I've been working on Isabelle since July 2024, trying to prove the Bruck Ryser Chowla theorem as a challenge and a learning exercise. I'm on the last lemma (or maybe second to last), which happens to be the most challenging. I'm wondering if anybody would be willing to take a look at it and give me some suggestions. Thank you in advance.
@Craig Alan Feinstein
If you haven’t heard from others, it might be a good idea to add a link to your repository so they can see if they’re able to help. :thinking:
Where do people usually put their repositories? I don’t have my stuff online.
I guess:
heptapod where the AFP lives deserves to be mentioned too.
There are many others (bitbucket, gitlab, ...), but github (and partially gitlab because it can be hosted) are winning
@Craig Alan Feinstein
Unsolicited advice: you should think carefully about which license to use before open-sourcing. :thinking:
I just created a Github account.
Yutaka, finally I'm starting to build a repository in Github.

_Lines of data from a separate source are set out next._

import { describe, expect, it } from 'vitest';
import { roomPathResponses, roomPathsSchema, roomPathsToExplicit, type RoomPathsSpec } from '../../src/plant/room-paths.ts';
import { analyzeRecordings } from '../../src/analysis/recording-analysis.ts';
import { onsetDelaySamples } from '../../src/analysis/path-model.ts';
import { denseResponse } from '../../src/plant/fractional-delay.ts';
import { parseScenario } from '../../src/plant/scenario.ts';
import { simulate } from '../../src/plant/simulate.ts';
import { expectClose } from '../helpers/tolerance.ts';

type V = [number, number, number];
const fs = 8000;
const c = 343;
const spec: RoomPathsSpec = {
  room: {
    dimensionsM: [5, 4, 3],
    absorption: 0.4,
    source: [0.6, 2.0, 1.5],
    referenceMic: [1.25, 2.1, 1.4],
    errorMic: [4.0, 1.9, 1.6],
    speaker: [3.3, 2.6, 1.5],
    highPassHz: 30,
  },
  ioLatencyMs: 4,
};
const dist = (a: V, b: V) => Math.hypot(a[0] - b[0], a[1] - b[1], a[2] - b[2]);

/** Shortest first-order reflection from a to b: the six mirror images of a in the walls (Allen & Berkley 1979). */
function firstReflectionM(a: V, b: V, dims: V): number {
  let best = Infinity;
  for (let axis = 0; axis < 3; axis++) {
    for (const wall of [0, dims[axis]!]) {
      const image: V = [...a];
      image[axis] = 2 * wall - a[axis]!;
      best = Math.min(best, dist(image, b));
    }
  }
  return best;
}

describe('roomPathResponses', () => {
  it('should place each direct sound at distance/c (plus the I/O latency on the loudspeaker paths) with amplitude 1/d', () => {
    // Free-field spherical spreading 1/(4πd) at delay d/c (Allen & Berkley, JASA 65(4), 1979), scaled here by 4π·1 m.
    // maxOrder 0 keeps the direct sound alone: its fractional-delay kernel (Peterson, JASA 80(5), 1986) is
    // symmetric about the delay and sums to the amplitude, so its centroid is the delay.
    const direct = roomPathResponses({ ...spec, room: { ...spec.room, maxOrder: 0, highPassHz: undefined } }, fs);
    const r = spec.room;
    const cases = [
      ['reference', r.source, r.referenceMic, 0],
      ['primary', r.source, r.errorMic, 0],
      ['secondary', r.speaker, r.errorMic, spec.ioLatencyMs],
      ['feedback', r.speaker, r.referenceMic, spec.ioLatencyMs],
    ] as const;
    for (const [name, from, to, latencyMs] of cases) {
      const d = dist(from, to);
      const expectedSamples = (d / c) * fs + (latencyMs / 1000) * fs;
      const resp = direct[name];
      let sum = 0;
      let moment = 0;
      resp.taps.forEach((v, i) => {
        sum += v;
        moment += v * (resp.offset + i);
      });
      expectClose(sum, 1 / d, 1e-9, `${name} direct amplitude`);
      expectClose(moment / sum, expectedSamples, 1, `${name} direct delay (samples)`);
      expectClose(moment / sum, expectedSamples, 0.01, `${name} direct delay, sub-sample (samples)`);
      expectClose(direct.directDelayMs[name], (1000 * expectedSamples) / fs, 1e-9, `${name} reported delay (ms)`);
    }
    expectClose(direct.referenceToErrorMs, (1000 * (dist(r.source, r.errorMic) - dist(r.source, r.referenceMic))) / c, 1e-9, 'reference → error (ms)');
  });

  it('should start with the direct sound alone until the first reflection arrives', () => {
    // The image sum in a full room equals the direct-only response up to the first reflection's kernel.
    const room = { ...spec.room, highPassHz: undefined };
    const full = roomPathResponses({ ...spec, room }, fs);
    const direct = roomPathResponses({ ...spec, room: { ...room, maxOrder: 0 } }, fs);
    const halfWidth = 16;
    for (const [name, from, to] of [['primary', room.source, room.errorMic], ['reference', room.source, room.referenceMic]] as const) {
      const reflection = (firstReflectionM(from, to, room.dimensionsM) / c) * fs;
      const a = denseResponse(full[name]);
      const b = denseResponse(direct[name]);
      const until = Math.floor(reflection) - halfWidth;
      expect(until).toBeGreaterThan(b.length - 1 - 2 * halfWidth); // the geometry leaves the direct kernel clear
      expect(full[name].offset).toBe(direct[name].offset);
      for (let i = 0; i < until; i++) expectClose(a[i]!, b[i] ?? 0, 1e-12, `${name} tap ${i}`);
    }
  });

  it('should delay the loudspeaker paths by exactly the I/O latency', () => {
    // 4 ms at 8 kHz is 32 whole samples: the secondary path is the acoustic one moved by 32 samples.
    const none = roomPathResponses({ ...spec, ioLatencyMs: 0 }, fs);
    const withLatency = roomPathResponses(spec, fs);
    expect(withLatency.secondary.offset).toBe(none.secondary.offset + 32);
    expect(Array.from(withLatency.secondary.taps)).toEqual(Array.from(none.secondary.taps));
    expect(withLatency.feedback.offset).toBe(none.feedback.offset + 32);
  });

  it('should refuse positions outside the room and microphones on top of a source, naming the field', () => {
    const outside = roomPathsSchema.safeParse({ ...spec, room: { ...spec.room, errorMic: [5.2, 1, 1] } });
    expect(outside.success).toBe(false);
    expect(outside.error!.issues[0]!.path).toEqual(['room', 'errorMic', 0]);
    expect(outside.error!.issues[0]!.message).toBe('x must lie strictly inside the room, in (0, 5) m, got 5.2');
    const touching = roomPathsSchema.safeParse({ ...spec, room: { ...spec.room, errorMic: spec.room.speaker } });
    expect(touching.error!.issues[0]!.message).toMatch(/must be at least 0\.01 m from speaker/);
    expect(() => roomPathResponses({ ...spec, room: { ...spec.room, absorption: 1.5 } }, fs)).toThrow(/room paths: room\.absorption/);
  });
});

describe('roomPathsToExplicit', () => {
  it('should give paths the simulator runs on, with the reference → error delay the analysis finds', () => {
    const paths = roomPathsToExplicit(spec, fs);
    const sc = parseScenario({
      schemaVersion: 1,
      sampleRate: fs,
      blockSize: 32,
      durationS: 4,
      seed: 21,
      sources: [{ kind: 'noise', color: 'white', rms: 0.05 }, { kind: 'tone', hz: 120, amplitude: 0.2 }],
      paths,
      sensorNoiseRms: { reference: 0.0002, error: 0.0002 },
      controller: { algorithm: 'fxnlms', taps: 64, stepSize: 0.01 },
      outputCeilingDbfs: 0,
    });
    const r = simulate(sc, { record: true });
    expect(r.diverged).toBe(false);
    // The 120 Hz tone dominates the error mic and is predictable: control removes most of it.
    expect(r.attenuationDb!).toBeGreaterThan(6);
    // GCC-PHAT (Knapp & Carter 1976) on the recordings finds the direct-path difference (d_err − d_ref)/c.
    const a = analyzeRecordings({ sampleRate: fs, reference: r.signals!.reference, errorOff: r.signals!.errorOff });
    const expectedMs = roomPathResponses(spec, fs).referenceToErrorMs;
    expectClose(a.causality.primaryDelayMs!, expectedMs, 1000 / fs, 'reference → error delay (ms)');
    // The model the simulator built is the room's secondary path: its onset lies within the direct kernel.
    const onset = onsetDelaySamples(r.secondaryPathModel);
    const directSecondary = ((dist(spec.room.speaker, spec.room.errorMic) / c) + spec.ioLatencyMs / 1000) * fs;
    expect(Math.abs(onset - directSecondary)).toBeLessThanOrEqual(2);
  });
});
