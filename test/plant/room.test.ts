import { describe, expect, it } from 'vitest';
import {
  eyringT60,
  reverberationTime,
  roomImpulseResponse,
  sabineT60,
  schroederDecayDb,
} from '../../src/plant/room.ts';
import { realSpectrum } from '../../src/dsp/fft.ts';
import { expectClose } from '../helpers/tolerance.ts';

describe('sabineT60 and eyringT60', () => {
  it('should give the worked values for a 5×4×3 m room with mean absorption 0.2', () => {
    // Sabine T60 = 0.161·V/A (W. C. Sabine, Collected Papers on Acoustics, Harvard University Press, 1922,
    // from memory); Eyring (JASA 1(2), 1930) T60 = 0.161·V/(−S·ln(1 − ᾱ)). Values calculated from these formulas
    // for V = 60 m³, S = 94 m², ᾱ = 0.2, with 0.161 = 24·ln10/343 s/m: Sabine 0.514 s, Eyring 0.461 s (to 1 ms).
    const room = { dimensionsM: [5, 4, 3] as const, absorption: 0.2 };
    expectClose(sabineT60(room), 0.514, 0.0006, 'Sabine T60');
    expectClose(eyringT60(room), 0.461, 0.0006, 'Eyring T60');
  });

  it('should weight per-wall absorption by wall area (Sabine: A = Σ S_i·α_i)', () => {
    // Floor 20 m² fully absorbing, rest 0.1: A = 20·1 + 74·0.1 = 27.4 m²; T60 = 0.1611·60/27.4.
    const t = sabineT60({ dimensionsM: [5, 4, 3], absorption: [0.1, 0.1, 0.1, 0.1, 1, 0.1] });
    expectClose(t, ((24 * Math.LN10) / 343) * 60 / 27.4, 1e-12, 'Sabine T60');
  });
});

describe('schroederDecayDb', () => {
  it('should fall at the rate of an exponential decay with a known T60', () => {
    // Energy of h = exp(−6.9078·t/T60) falls 60 dB in T60; its backward integral (Schroeder, JASA 37, 1965)
    // falls at the same rate. T60 = 0.3 s at 1 kHz, 2 s long so truncation does not bend the fitted range.
    const fs = 1000;
    const h = new Float64Array(2000);
    for (let n = 0; n < h.length; n++) h[n] = Math.exp((-3 * Math.LN10 * n) / (fs * 0.3));
    const fit = reverberationTime(h, fs, 'T30');
    expectClose(fit.t60S, 0.3, 0.001, 'T30 of an exponential');
    const decay = schroederDecayDb(h);
    expect(decay[0]).toBe(0);
    expectClose(decay[150]! - decay[300]!, 30, 0.05, 'decay over 0.15 s');
  });

  it('should refuse a T30 fit when the decay never falls 35 dB', () => {
    const h = new Float64Array(100).map((_, n) => Math.exp(-n / 100));
    expect(() => reverberationTime(h, 1000, 'T30')).toThrow(/-35 dB/);
  });
});

describe('roomImpulseResponse', () => {
  it('should decay with T20 between 0.9 × Eyring and 1.1 × Sabine for uniform absorption', () => {
    // Sabine; Eyring 1930; Schroeder 1965; T20 fit −5…−25 dB (ISO 3382-2, from memory). The bounds are the
    // project's choice. Image-source decays run a little longer than Sabine (Lehmann & Johansson, JASA 124(1),
    // 2008, from memory), so the 100 Hz high-pass removes the in-phase low-frequency part of the image sum,
    // which decays more slowly still. 8 kHz keeps the run short.
    const room = { dimensionsM: [5, 4, 3] as const, absorption: 0.2 };
    const lo = 0.9 * eyringT60(room);
    const hi = 1.1 * sabineT60(room);
    const positions = [
      { source: [1.2, 0.9, 1.1], receiver: [3.9, 3.1, 1.6] },
      { source: [2.6, 1.4, 0.7], receiver: [0.8, 2.9, 2.2] },
    ] as const;
    for (const p of positions) {
      const ir = roomImpulseResponse({ ...room, ...p, sampleRate: 8000, highPassHz: 100 });
      const fit = reverberationTime(ir, 8000, 'T20');
      expect(fit.t60S, `T20 at ${JSON.stringify(p)}`).toBeGreaterThan(lo);
      expect(fit.t60S, `T20 at ${JSON.stringify(p)}`).toBeLessThan(hi);
    }
  });

  it('should show the first axial modes n·c/(2·Lx) as peaks of the magnitude response', () => {
    // Axial modes of a rectangular room, f = n·c/(2·L) (Kuttruff, Room Acoustics, from memory). A 10 m long room:
    // 17.15, 34.30, 51.45 Hz come before the first cross mode (57.2 Hz). Source and receiver near opposite
    // corners excite every mode. At 2 kHz the response is 0.48 s long, a resolution of about 2 Hz: each peak
    // must lie within ±1 Hz (half that) and stand 6 dB above the dips on either side.
    const fs = 2000;
    const c = 343;
    const ir = roomImpulseResponse({
      dimensionsM: [10, 3, 2.5],
      absorption: 0.2,
      source: [0.4, 0.4, 0.4],
      receiver: [9.5, 2.6, 2.1],
      sampleRate: fs,
      speedOfSound: c,
    });
    const size = 1 << 16;
    const X = realSpectrum(ir, size);
    const binHz = fs / size;
    const magDb = (f: number): number => {
      const k = Math.round(f / binHz);
      return 10 * Math.log10(X[2 * k]! ** 2 + X[2 * k + 1]! ** 2);
    };
    for (const n of [1, 2, 3]) {
      const f = (n * c) / (2 * 10);
      let bestF = 0;
      let best = -Infinity;
      for (let k = Math.round((f - 5) / binHz); k <= Math.round((f + 5) / binHz); k++) {
        const level = magDb(k * binHz);
        if (level > best) {
          best = level;
          bestF = k * binHz;
        }
      }
      expectClose(bestF, f, 1, `axial mode ${n}`);
      // Prominence: the lowest level on each side, within half the mode spacing, lies 6 dB or more below the peak.
      const half = c / (4 * 10);
      let below = Infinity;
      let above = Infinity;
      for (let g = f - half; g < bestF; g += binHz) below = Math.min(below, magDb(g));
      for (let g = bestF + binHz; g <= f + half; g += binHz) above = Math.min(above, magDb(g));
      expect(best - below, `mode ${n} against the dip below`).toBeGreaterThan(6);
      expect(best - above, `mode ${n} against the dip above`).toBeGreaterThan(6);
    }
  });

  it('should put the direct sound at d/c with amplitude 1/(4π·d) when the walls absorb everything', () => {
    // α = 1 → β = 0: only the direct path remains (Allen & Berkley, JASA 65(4), 1979). 3 m at 343 m/s and
    // 3430 Hz is exactly 30 samples, a whole delay, so one tap holds it.
    const ir = roomImpulseResponse({
      dimensionsM: [6, 4, 3],
      absorption: 1,
      source: [1, 2, 1.5],
      receiver: [4, 2, 1.5],
      sampleRate: 3430,
      maxTimeS: 0.05,
    });
    expectClose(ir[30]!, 1 / (4 * Math.PI * 3), 1e-15, 'direct sound');
    let rest = 0;
    for (let i = 0; i < ir.length; i++) if (i !== 30) rest += Math.abs(ir[i]!);
    expect(rest).toBe(0);
  });

  it('should add the first reflection off one wall with gain √(1 − α) at the mirror-image distance', () => {
    // Only the wall x = 0 reflects (α = 0.36 → β = 0.8); maxOrder 1. Source at x = 1, receiver at x = 4:
    // image at x = −1, 5 m away = 50 samples at 3430 Hz.
    const ir = roomImpulseResponse({
      dimensionsM: [6, 4, 3],
      absorption: [0.36, 1, 1, 1, 1, 1],
      source: [1, 2, 1.5],
      receiver: [4, 2, 1.5],
      sampleRate: 3430,
      maxOrder: 1,
      maxTimeS: 0.05,
    });
    expectClose(ir[50]!, 0.8 / (4 * Math.PI * 5), 1e-15, 'first reflection');
  });

  it('should refuse positions outside the room and absorption outside (0, 1], naming the field', () => {
    const base = {
      dimensionsM: [5, 4, 3] as const,
      absorption: 0.2 as number | readonly [number, number, number, number, number, number],
      source: [1, 1, 1] as const,
      receiver: [2, 2, 2] as const,
      sampleRate: 8000,
      maxTimeS: 0.01,
    };
    expect(() => roomImpulseResponse({ ...base, source: [1, 5, 1] })).toThrow(/source\[1\].*\(0, 4\).*5/);
    expect(() => roomImpulseResponse({ ...base, receiver: [0, 1, 1] })).toThrow(/receiver\[0\]/);
    expect(() => roomImpulseResponse({ ...base, absorption: 0 })).toThrow(/absorption must be in \(0, 1\], got 0/);
    expect(() => roomImpulseResponse({ ...base, absorption: [0.2, 0.2, 1.5, 0.2, 0.2, 0.2] })).toThrow(/absorption\[2\]/);
    expect(() => roomImpulseResponse({ ...base, dimensionsM: [5, -4, 3] })).toThrow(/dimensionsM\[1\]/);
    expect(() => roomImpulseResponse({ ...base, maxOrder: 1.5 })).toThrow(/maxOrder/);
    expect(() => roomImpulseResponse({ ...base, highPassHz: 5000 })).toThrow(/highPassHz/);
  });

  it('should cut the default length where the image count reaches maxImages in a very live room', () => {
    // Images fill space at one per room volume, so N(t) = (4/3)·π·(c·t)³/V reaches maxImages = 1e4 at
    // t = ∛(3·1e4·V/(4π))/c: 2×2×2 m → 26.7 ms, far below this room's Sabine T60 of 5.4 s.
    const room = { dimensionsM: [2, 2, 2] as const, absorption: 0.01 };
    const t = Math.cbrt((3 * 1e4 * 8) / (4 * Math.PI)) / 343;
    const ir = roomImpulseResponse({ ...room, source: [0.5, 0.5, 0.5], receiver: [1.5, 1.2, 1], sampleRate: 8000, maxImages: 1e4 });
    expect(ir.length).toBe(Math.ceil(t * 8000));
    expect(sabineT60(room)).toBeGreaterThan(5);
  });

  it('should bound the default length by the Sabine T60', () => {
    const room = { dimensionsM: [3, 3, 2.5] as const, absorption: 0.5 };
    const ir = roomImpulseResponse({ ...room, source: [1, 1, 1], receiver: [2, 2, 1.5], sampleRate: 1000 });
    expect(ir.length).toBe(Math.ceil(sabineT60(room) * 1000));
  });
});

describe('roomImpulseResponse', () => {
  describe('with a response length that needs more image sources than the tool computes', () => {
    it('should refuse it at once, naming the estimate and the way out', () => {
      // N(t) ≈ (4/3)·π·(c·t)³ / V image sources (one per room volume; Allen & Berkley, JASA 65(4), 1979, from memory):
      // 10 s in a 2×2×2 m room: (4/3)·π·3430³ / 8 ≈ 2.1e10 (calculated)
      expect(() => roomImpulseResponse({ dimensionsM: [2, 2, 2], absorption: 0.2, source: [0.5, 0.5, 0.5], receiver: [1.5, 1.5, 1.5], sampleRate: 8000, maxTimeS: 10 }))
        .toThrow(/maxTimeS: 10 s in a room of 8\.00 m³ reaches about 2\.1e\+10 image sources, more than the 2e\+7 .*shorten maxTimeS or set maxOrder/);
    });
  });
});
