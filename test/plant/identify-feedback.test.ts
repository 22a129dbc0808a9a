import { describe, expect, it } from 'vitest';
import { identifySimulated } from '../../src/plant/identify-sim.ts';
import { noiseScenario } from '../helpers/scenarios.ts';
import { simulate } from '../../src/plant/simulate.ts';

// The feedback path (loudspeaker → reference mic) is measured in the same run as the secondary path:
// the probe is heard by both microphones, and NLMS with a white probe converges to the path itself
// (Haykin, Adaptive Filter Theory, 4th ed., 2002, ch. 6: the Wiener solution of a white-input system
// identification is the system's impulse response; from memory). The true path is known here.
describe('identifySimulated', () => {
  describe('with a loudspeaker that reaches the reference mic', () => {
    const FB = { delayMs: 6, gain: 1.5, fir: [1, 0.5] };
    // zero-latency sample-peak stage: the default true-peak filter would shape both paths by their own
    // spectra and move the energy ratio below away from the plain calculation
    const sc = noiseScenario({ paths: { feedback: FB }, limiter: { truePeak: false } });
    it('should identify the feedback path in the same run, say it is strong, and its model should neutralise it', () => {
      const r = identifySimulated(sc, { method: 'noise' });
      expect(r.feedback).not.toBeNull();
      const fb = r.feedback!;
      expect(fb.misalignmentTimeDb!).toBeLessThan(-30);
      expect(fb.delayMs).toBeCloseTo(6, 3); // 48 samples at 8 kHz, as the scenario sets it
      // the energy ratio calculated from the scenario: (1.5² · 1.25) / (0.8² · 1.09) → +5.3 dB
      expect(fb.relativeLevelDb!).toBeCloseTo(10 * Math.log10((2.25 * 1.25) / (0.64 * 1.09)), 1);
      const neutralised = (how: string | boolean) => noiseScenario({ paths: { feedback: FB }, limiter: { truePeak: false }, controller: { algorithm: 'fxnlms', taps: 96, stepSize: 0.05, feedbackNeutralisation: how } });
      const withModel = simulate(neutralised('fb.json'), { feedbackPathModel: Float32Array.from(fb.taps) });
      const withTruth = simulate(neutralised(true));
      expect(withModel.diverged).toBe(false);
      // the identified model neutralises as well as the true path does
      expect(withTruth.attenuationDb!).toBeGreaterThan(30);
      expect(Math.abs(withModel.attenuationDb! - withTruth.attenuationDb!)).toBeLessThan(1);
    });
  });
  describe('with no feedback path', () => {
    it('should report none', () => {
      expect(identifySimulated(noiseScenario(), { method: 'noise', durationS: 0.5 }).feedback).toBeNull();
    });
  });
});
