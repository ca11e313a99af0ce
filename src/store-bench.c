/* store-bench.c - benches, their drafts and the records of their setups
 * (store-setup.c names and reinstates setups; store-record.c writes and
 * reads the records).  A bench's content
 * is a head record plus a layout of element records (see store-db.c); the
 * draft and every revision point at records shared by content, so a commit
 * copies three small values and a one-value change stores one element. */
#include <config.h>

#include <stdio.h>
#include <stdlib.h>
#include <string.h>

#include "bench-file.h"
#include "store-impl.h"
#include "util-buf.h"
#include "util-err.h"


void
store_state_release(struct store_state *st)
{
	free(st->layout);
	free(st->parts);
	st->layout = st->parts = NULL;
}

int
store_state_equal(const struct store_state *a, const struct store_state *b)
{
	return a->head == b->head && strcmp(a->layout, b->layout) == 0;
}

char *
store_col_text(sqlite3_stmt *st, int i)
{
	const unsigned char *t = sqlite3_column_text(st, i);

	return xstrdup(t != NULL ? (const char *)t : "");
}

/* ---- rows ---- */

long long
store_bench_id(struct store *s, const char *name, char **cause)
{
	sqlite3_stmt *st = store_q(s, Q_BENCH_ID, cause);
	long long id = 0;
	int rc;

	if (st == NULL)
		return 0;
	store_bind_text(st, 1, name);
	rc = sqlite3_step(st);
	if (rc == SQLITE_ROW)
		id = sqlite3_column_int64(st, 0);
	else if (rc == SQLITE_DONE)
		fail_with(cause, "bench '%s' not found", name);
	else
		store_fail(s, rc, cause, "finding a bench");
	store_q_done(st);
	return id;
}

/* The draft of a bench; *base (may be NULL) gets draft_base. */
long long
store_draft_get(struct store *s, const char *name, struct store_state *st, int *base,
    char **cause)
{
	sqlite3_stmt *q = store_q(s, Q_BENCH_DRAFT, cause);
	long long id = 0;
	int rc;

	if (q == NULL)
		return 0;
	store_bind_text(q, 1, name);
	rc = sqlite3_step(q);
	if (rc == SQLITE_ROW) {
		id = sqlite3_column_int64(q, 0);
		st->head = sqlite3_column_int64(q, 1);
		st->layout = store_col_text(q, 2);
		st->parts = store_col_text(q, 3);
		if (base != NULL)
			*base = sqlite3_column_int(q, 4);
	} else if (rc == SQLITE_DONE) {
		fail_with(cause, "bench '%s' not found", name);
	} else {
		store_fail(s, rc, cause, "reading a draft");
	}
	store_q_done(q);
	return id;
}

/* Revision no of bench id; 1 found, 0 missing, -1 error. */
int
store_rev_get(struct store *s, long long bench, int no, struct store_state *st,
    char **cause)
{
	sqlite3_stmt *q = store_q(s, Q_REV_GET, cause);
	int rc;

	if (q == NULL)
		return -1;
	sqlite3_bind_int64(q, 1, bench);
	sqlite3_bind_int(q, 2, no);
	rc = sqlite3_step(q);
	if (rc == SQLITE_ROW) {
		st->head = sqlite3_column_int64(q, 0);
		st->layout = store_col_text(q, 1);
		st->parts = store_col_text(q, 2);
		store_q_done(q);
		return 1;
	}
	store_q_done(q);
	if (rc == SQLITE_DONE)
		return 0;
	return store_fail(s, rc, cause, "reading a setup");
}

/* Latest revision number (0: none) and, when st is not NULL, its state. */
int
store_rev_latest(struct store *s, long long bench, int *no, struct store_state *st,
    char **cause)
{
	sqlite3_stmt *q = store_q(s, Q_REV_LATEST, cause);
	int rc;

	if (q == NULL)
		return -1;
	sqlite3_bind_int64(q, 1, bench);
	rc = sqlite3_step(q);
	*no = 0;
	if (rc == SQLITE_ROW) {
		*no = sqlite3_column_int(q, 0);
		if (st != NULL) {
			st->head = sqlite3_column_int64(q, 1);
			st->layout = store_col_text(q, 2);
			st->parts = xstrdup("");
		}
	}
	store_q_done(q);
	if (rc != SQLITE_ROW && rc != SQLITE_DONE)
		return store_fail(s, rc, cause, "reading setups");
	return 0;
}

static int
pin(struct store *s, const struct store_state *st, char **cause)
{
	sqlite3_stmt *q = store_q(s, Q_HEAD_PIN, cause);
	int rc;

	if (q == NULL)
		return -1;
	sqlite3_bind_int64(q, 1, st->head);
	rc = sqlite3_step(q);
	store_q_done(q);
	if (rc != SQLITE_DONE)
		return store_fail(s, rc, cause, "marking a record");
	if ((q = store_q(s, Q_EL_PIN, cause)) == NULL)
		return -1;
	store_bind_text(q, 1, st->layout);
	rc = sqlite3_step(q);
	store_q_done(q);
	if (rc != SQLITE_DONE)
		return store_fail(s, rc, cause, "marking records");
	return 0;
}
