char *
layout_tol_fit_value(char *buf, size_t n, const char *value, const char *inh,
    const char *name, int cols, int ascii)
{
	char cand[4][192], v[96], t[96];
	const char *sign = strstr(value, " " TOL_SIGN " ");
	int nc = 0;

	if (n == 0)
		return buf;
	if (inh == NULL && sign == NULL) {
		snprintf(buf, n, "%s", value);
		return buf;
	}
	if (inh == NULL) {
		/* its own: value, sign, amount */
		snprintf(v, sizeof v, "%.*s", (int)(sign - value), value);
		snprintf(cand[nc++], sizeof cand[0], "%s", value);
		tight_sign(t, sizeof t, sign + 1);
		snprintf(cand[nc++], sizeof cand[0], "%s %s", v, t);
		if (shared_unit(cand[nc], sizeof cand[0], v, sign + 1 + strlen(TOL_SIGN) + 1))
			nc++;
	} else {
		tight_sign(t, sizeof t, inh);
		if (name != NULL && name[0] != '\0')
			snprintf(cand[nc++], sizeof cand[0], "%s (%s for every %s)", value, inh, name);
		snprintf(cand[nc++], sizeof cand[0], "%s (%s, bench)", value, inh);
		snprintf(cand[nc++], sizeof cand[0], "%s (%s)", value, t);
		{
			/* "300 (±2) mm" */
			const char *vu = strchr(value, ' '), *au = strchr(inh, ' ');
			const char *au2 = au != NULL ? strchr(au + 1, ' ') : NULL;

			if (vu != NULL && au2 != NULL && strcmp(vu, au2) == 0)
				snprintf(cand[nc++], sizeof cand[0], "%.*s (%s%.*s)%s", (int)(vu - value),
				    value, TOL_SIGN, (int)(au2 - au - 1), au + 1, vu);
		}
	}
	for (int i = 0; i < nc; i++)
		if (shown_cols(cand[i], ascii) <= cols || i == nc - 1) {
			snprintf(buf, n, "%s", cand[i]);
			break;
		}
	return buf;
}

What license would you recommend? I ultimately want to get my Bruck Ryser Chowla Theorem proof into the Archive of Formal Proofs. I really don't care if I get help and would be happy to include their names for credit if they want it.
From the AFP: "All entries in the Archive of Formal Proofs are licensed under a BSD-style License or the GNU LGPL. This means they are free to download, free to use, free to change, and free to redistribute with minimal restrictions."
They're quite similar, I'd say just go with BSD but you should read up a bit on the various software licenses if you're going to make open source contributions.
Christian, unfortunately I did the MIT license before I read your comment. I can't seem to find a way to change it. In any case, for everyone out there, my name on GitHub is cafeinst and the entry is Bruck_Ryser_Chowla.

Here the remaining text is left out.